What are the key properties of 3-[(7S)-4-(3,8-diazabicyclo[3.2.1]octan-3-yl)-2-[[(8S)-6-methylidene-2,3,5,7-tetrahydro-1H-pyrrolizin-8-yl]methoxy]-6,6-dioxo-7,8-dihydro-5H-thiopyrano[4,3-d]pyrimidin-7-yl]-2-fluoro-5-prop-1-ynyl-4-(trifluoromethyl)aniline?
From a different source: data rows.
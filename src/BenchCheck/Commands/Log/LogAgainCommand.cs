using System.CommandLine;
using System.Globalization;
using System.Text;
using System.Text.Json;
using BenchCheck.Core.Checking;
using BenchCheck.Core.Diagnosis;
using BenchCheck.Files;
using BenchCheck.Records;

namespace BenchCheck.Commands.Log;

/// <summary><c>benchcheck log again N</c>: checks a record's files anew and says whether the answer is still the same.</summary>
internal static class LogAgainCommand
{
    public static Command Create(Terminal terminal)
    {
        var command = new Command("again", "Checks a record's files anew with its settings: exit code 0 when the answer is still the same, 1 when it is not.");
        var number = FiledRecords.Number("RECORD");
        var choice = LogChoice.Of(command);
        command.Add(number);
        command.SetAction((parsed, cancel) =>
        {
            using var log = BenchLog.OpenExisting(choice.Place(parsed));
            if (FiledRecords.Find(log, parsed.GetValue(number), terminal) is not var (record, before)) return Task.FromResult(ExitCode.Unusable);
            if (Rerun(log, record, terminal, cancel) is not { } result) return Task.FromResult(ExitCode.Unusable);
            return Task.FromResult(Compare(terminal, record, before, ResultJson.Line(result)));
        });
        return command;
    }

    private static CheckResult? Rerun(BenchLog log, LogRecord record, Terminal terminal, CancellationToken cancel)
    {
        FiledSettings settings;
        try
        {
            settings = FiledSettings.Parse(record.Settings);
        }
        catch (JsonException)
        {
            terminal.Error.WriteLine("the settings of the record cannot be read");
            return null;
        }

        var folder = Directory.CreateTempSubdirectory("benchcheck");
        try
        {
            if (Put(log, record.BoardFile, folder, "board.toml") is not { } boardPath || Put(log, record.ReadingsFile, folder, "readings.csv") is not { } readingsPath)
            {
                terminal.Error.WriteLine("a file of the record is missing from the log; log check says more");
                return null;
            }

            var board = BoardFile.Read(boardPath);
            if (board.Bench is not { } bench) return Refused("board", board.Problems);
            var readings = ReadingsFile.Read(readingsPath, bench, new ReadingsOptions { SkipBadRows = settings.SkipBadRows });
            if (!readings.IsUsable) return Refused("readings", readings.Problems);
            if (readings.Sets.FirstOrDefault(s => s.Serial == record.Entry.Serial) is not { } set)
            {
                terminal.Error.WriteLine("the readings file of the record holds no board of its serial");
                return null;
            }

            var usual = FaultRates.For(bench.Board.Origin);
            var rates = record.RatesFile is { } hash && log.Input(hash) is { } body ? FaultRates.Parse(Encoding.UTF8.GetString(body), bench.Board.Origin, usual) : usual;
            return new Reconciliation(bench, settings.Settings, rates).Run(set, cancel);
        }
        finally
        {
            folder.Delete(true);
        }

        CheckResult? Refused(string file, IEnumerable<FileProblem> problems)
        {
            terminal.Error.WriteLine($"this program no longer accepts the {file} file of the record:");
            foreach (var problem in problems) terminal.Error.WriteLine(Printable.Text((problem with { File = file }).ToString()));
            return null;
        }
    }

    private static string? Put(BenchLog log, string hash, DirectoryInfo folder, string name)
    {
        if (log.Input(hash) is not { } body) return null;
        var path = Path.Combine(folder.FullName, name);
        File.WriteAllBytes(path, body);
        return path;
    }

    private static int Compare(Terminal terminal, LogRecord record, ResultSummary before, string json)
    {
        if (json == record.Result)
        {
            terminal.Output.WriteLine($"the same answer, to the last digit: {before.Verdict}");
            return ExitCode.Agrees;
        }

        var now = ResultSummary.Parse(json)!;
        var differences = Differences(before, now).ToArray();
        var programs = record.Entry.Program == CheckFiling.Program ? "" : $" (filed by {Printable.Text(record.Entry.Program)}, now {CheckFiling.Program})";
        if (differences.Length == 0)
        {
            terminal.Output.WriteLine($"the same answer, {now.Verdict}; only digits beyond the uncertainties or words differ{programs}");
            return ExitCode.Agrees;
        }

        terminal.Output.WriteLine($"the answer is no longer the same{programs}:");
        foreach (var difference in differences) terminal.Output.WriteLine("  " + Printable.Text(difference));
        return ExitCode.Disagrees;
    }

    private static IEnumerable<string> Differences(ResultSummary before, ResultSummary now)
    {
        if (before.Verdict != now.Verdict) yield return $"verdict: {before.Verdict}, now {now.Verdict}";
        var (suspect, suspectNow) = (before.Suspects.FirstOrDefault(), now.Suspects.FirstOrDefault());
        if (suspect?.Text != suspectNow?.Text) yield return $"first suspect: {suspect?.Text ?? "none"}, now {suspectNow?.Text ?? "none"}";
        else if (suspect is not null && Math.Abs(suspect.Probability - suspectNow!.Probability) > 0.01)
            yield return string.Create(CultureInfo.InvariantCulture, $"its probability: {suspect.Probability:0.00}, now {suspectNow.Probability:0.00}");
        var estimates = now.Parameters.GroupBy(p => p.Name).ToDictionary(g => g.Key, g => g.First());
        foreach (var estimate in before.Parameters)
        {
            if (!estimates.TryGetValue(estimate.Name, out var other)) yield return $"{estimate.Name}: no longer estimated";
            else if (Math.Abs(estimate.Value - other.Value) > 0.01 * estimate.StandardUncertainty) yield return $"{estimate.Name}: {FiledRecords.Text(estimate)}, now {FiledRecords.Text(other)}";
        }
    }
}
3-[(7S)-4-(3,8-diazabicyclo[3.2.1]octan-3-yl)-2-[[(8S)-6-methylidene-2,3,5,7-tetrahydro-1H-pyrrolizin-8-yl]methoxy]-6,6-dioxo-7,8-dihydro-5H-thiopyrano[4,3-d]pyrimidin-7-yl]-2-fluoro-5-prop-1-ynyl-4-(trifluoromethyl)aniline has a molecular weight of 660.74 g/mol, XLogP of 3.91, 5 rotatable bonds, 2 hydrogen bond donors, and 9 hydrogen bond acceptors.
Where does this data come from?
All data for 3-[(7S)-4-(3,8-diazabicyclo[3.2.1]octan-3-yl)-2-[[(8S)-6-methylidene-2,3,5,7-tetrahydro-1H-pyrrolizin-8-yl]methoxy]-6,6-dioxo-7,8-dihydro-5H-thiopyrano[4,3-d]pyrimidin-7-yl]-2-fluoro-5-prop-1-ynyl-4-(trifluoromethyl)aniline is sourced from PubChem (CID 176913430), the world's largest open chemistry database maintained by the National Library of Medicine (NIH).